__AIM OF THE EXERCISE__. For the listing below, print exactly the lines from the line with "if (!(determinant >" to the line with "discount is known.", both included, and nothing beyond them.

------------------------

// Huber regression middle = a - D (K - centre) by reweighting; the rate of D and its error, which
// grows with the misfit where that is more than the spreads explain.
RateReading regress_rate(const ExpiryPairs& expiry) {
  constexpr std::size_t kFewestPairs = 3;
  constexpr int kRounds = 20;
  const RateReading nothing{0, std::numeric_limits<double>::infinity()};
  if (expiry.pairs.size() < kFewestPairs || expiry.american) return nothing;
  const auto pairs = pairs_in_line(expiry.pairs);
  if (pairs.size() < kFewestPairs) return nothing;
  const double centre = nearest_pair(pairs).strike;
  std::vector<double> robust(pairs.size(), 1.0);
  double slope = 1, error = 0;
  for (int round = 0; round < kRounds; ++round) {
    double s0 = 0, s1 = 0, s2 = 0, y0 = 0, y1 = 0;
    for (std::size_t i = 0; i < robust.size(); ++i) {
      const ParityPair& p = pairs[i];
      const double weight = robust[i] / (deviation(p) * deviation(p));
      const double x = p.strike - centre;
      s0 += weight;
      s1 += weight * x;
      s2 += weight * x * x;
      y0 += weight * middle(p);
      y1 += weight * x * middle(p);
    }
    const double determinant = s0 * s2 - s1 * s1;
    if (!(determinant > 1e-12 * s0 * s2)) return nothing;
    slope = (s0 * y1 - s1 * y0) / determinant;
    const double level = (y0 - slope * s1) / s0;
    double misfit = 0;
    for (std::size_t i = 0; i < robust.size(); ++i) {
      const ParityPair& p = pairs[i];
      const double r = std::abs(middle(p) - level - slope * (p.strike - centre)) / deviation(p);
      misfit += robust[i] * r * r;
      robust[i] = r > kHuber ? kHuber / r : 1.0;
    }
    const double scale = std::max(1.0, std::sqrt(misfit / static_cast<double>(robust.size())));
    error = scale * std::sqrt(s0 / determinant);
  }
  const double discount = -slope;
  if (!(discount > 0)) return nothing;
  const double rate = -std::log(discount) / expiry.year_fraction;
  if (std::abs(rate) > kLargestRate) return nothing;
  return {rate, error / (discount * expiry.year_fraction)};
}

double blend(const RateReading& own, double other, double other_error) {
  const double a = 1 / (own.error * own.error), b = 1 / (other_error * other_error);
  return std::isfinite(a) ? (a * own.rate + b * other) / (a + b) : own.rate;
}

// The rate common to all expiries, drawn to zero only as far as they tell nothing.
double common_rate(std::span<const RateReading> readings, double tolerance) {
  double weight = 1 / (kPriorRateDeviation * kPriorRateDeviation), sum = 0;
  for (const RateReading& r : readings) {
    const double w = 1 / (r.error * r.error + tolerance * tolerance);
    weight += w;
    sum += w * r.rate;
  }
  return sum / weight;
}

std::vector<double> zero_rates(std::span<const ExpiryPairs> expiries, const KnownMarket& known,
                               const ParityOptions& options) {
  std::vector<RateReading> readings;
  for (const ExpiryPairs& e : expiries) readings.push_back(regress_rate(e));
  const double common = common_rate(readings, options.rate_tolerance_common);
  std::vector<double> rates;
  for (std::size_t i = 0; i < readings.size(); ++i)
    rates.push_back(known.curve ? blend(readings[i], known.curve->rate(expiries[i].year_fraction),
                                        options.rate_tolerance_given)
                                : blend(readings[i], common, options.rate_tolerance_common));
  return rates;
}

// What one pair says of the forward once the discount is known.
struct ForwardInterval {
  double low, high, weight;
};

// Roughly where the forward is: the median of what the pairs say, each weighted by its tightness
// but none by more than three times the middling one, so that no stray pair decides.
double rough_forward(std::span<const ParityPair> pairs, double discount) {
  constexpr double kMostWeight = 3;
  std::vector<std::pair<double, double>> said;  // forward, weight
  std::vector<double> weights;
  for (const ParityPair& p : pairs) {
    weights.push_back(1 / deviation(p));
    said.emplace_back(p.strike + middle(p) / discount, weights.back());
  }
  const double most = kMostWeight * median_of(weights);
  double total = 0;
  for (auto& [forward, weight] : said) total += weight = std::min(weight, most);
  std::sort(said.begin(), said.end());
  double below = 0;
  for (const auto& [forward, weight] : said)
    if ((below += weight) >= 0.5 * total) return forward;
  return said.back().first;
}

std::vector<ForwardInterval> intervals_of(std::span<const ParityPair> near, double discount) {
  std::vector<ForwardInterval> out;
  for (const ParityPair& p : near) {
    const double d = deviation(p) / discount;
    out.push_back({p.strike + p.low / discount, p.strike + p.high / discount, 1 / (d * d)});
  }
  return out;
}

double distance_outside(const ForwardInterval& i, double forward) {
  return std::max({0.0, i.low - forward, forward - i.high});
}

// What some intervals have in common (low > high when nothing) and their weighted mean.
struct Meeting {
  double low, high, mean;
};

Meeting meet(std::span<const ForwardInterval> intervals) {
  double low = -std::numeric_limits<double>::infinity(), high = -low, weight = 0, sum = 0;
  for (const ForwardInterval& i : intervals) {
    low = std::max(low, i.low);
    high = std::min(high, i.high);
    weight += i.weight;
    sum += i.weight * 0.5 * (i.low + i.high);
  }
  return {low, high, sum / weight};
}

------------------------

__ANSWER SPACE__.
    if (!(determinant > 1e-12 * s0 * s2)) return nothing;
    slope = (s0 * y1 - s1 * y0) / determinant;
    const double level = (y0 - slope * s1) / s0;
    double misfit = 0;
    for (std::size_t i = 0; i < robust.size(); ++i) {
      const ParityPair& p = pairs[i];
      const double r = std::abs(middle(p) - level - slope * (p.strike - centre)) / deviation(p);
      misfit += robust[i] * r * r;
      robust[i] = r > kHuber ? kHuber / r : 1.0;
    }
    const double scale = std::max(1.0, std::sqrt(misfit / static_cast<double>(robust.size())));
    error = scale * std::sqrt(s0 / determinant);
  }
  const double discount = -slope;
  if (!(discount > 0)) return nothing;
  const double rate = -std::log(discount) / expiry.year_fraction;
  if (std::abs(rate) > kLargestRate) return nothing;
  return {rate, error / (discount * expiry.year_fraction)};
}

double blend(const RateReading& own, double other, double other_error) {
  const double a = 1 / (own.error * own.error), b = 1 / (other_error * other_error);
  return std::isfinite(a) ? (a * own.rate + b * other) / (a + b) : own.rate;
}

// The rate common to all expiries, drawn to zero only as far as they tell nothing.
double common_rate(std::span<const RateReading> readings, double tolerance) {
  double weight = 1 / (kPriorRateDeviation * kPriorRateDeviation), sum = 0;
  for (const RateReading& r : readings) {
    const double w = 1 / (r.error * r.error + tolerance * tolerance);
    weight += w;
    sum += w * r.rate;
  }
  return sum / weight;
}

std::vector<double> zero_rates(std::span<const ExpiryPairs> expiries, const KnownMarket& known,
                               const ParityOptions& options) {
  std::vector<RateReading> readings;
  for (const ExpiryPairs& e : expiries) readings.push_back(regress_rate(e));
  const double common = common_rate(readings, options.rate_tolerance_common);
  std::vector<double> rates;
  for (std::size_t i = 0; i < readings.size(); ++i)
    rates.push_back(known.curve ? blend(readings[i], known.curve->rate(expiries[i].year_fraction),
                                        options.rate_tolerance_given)
                                : blend(readings[i], common, options.rate_tolerance_common));
  return rates;
}

// What one pair says of the forward once the discount is known.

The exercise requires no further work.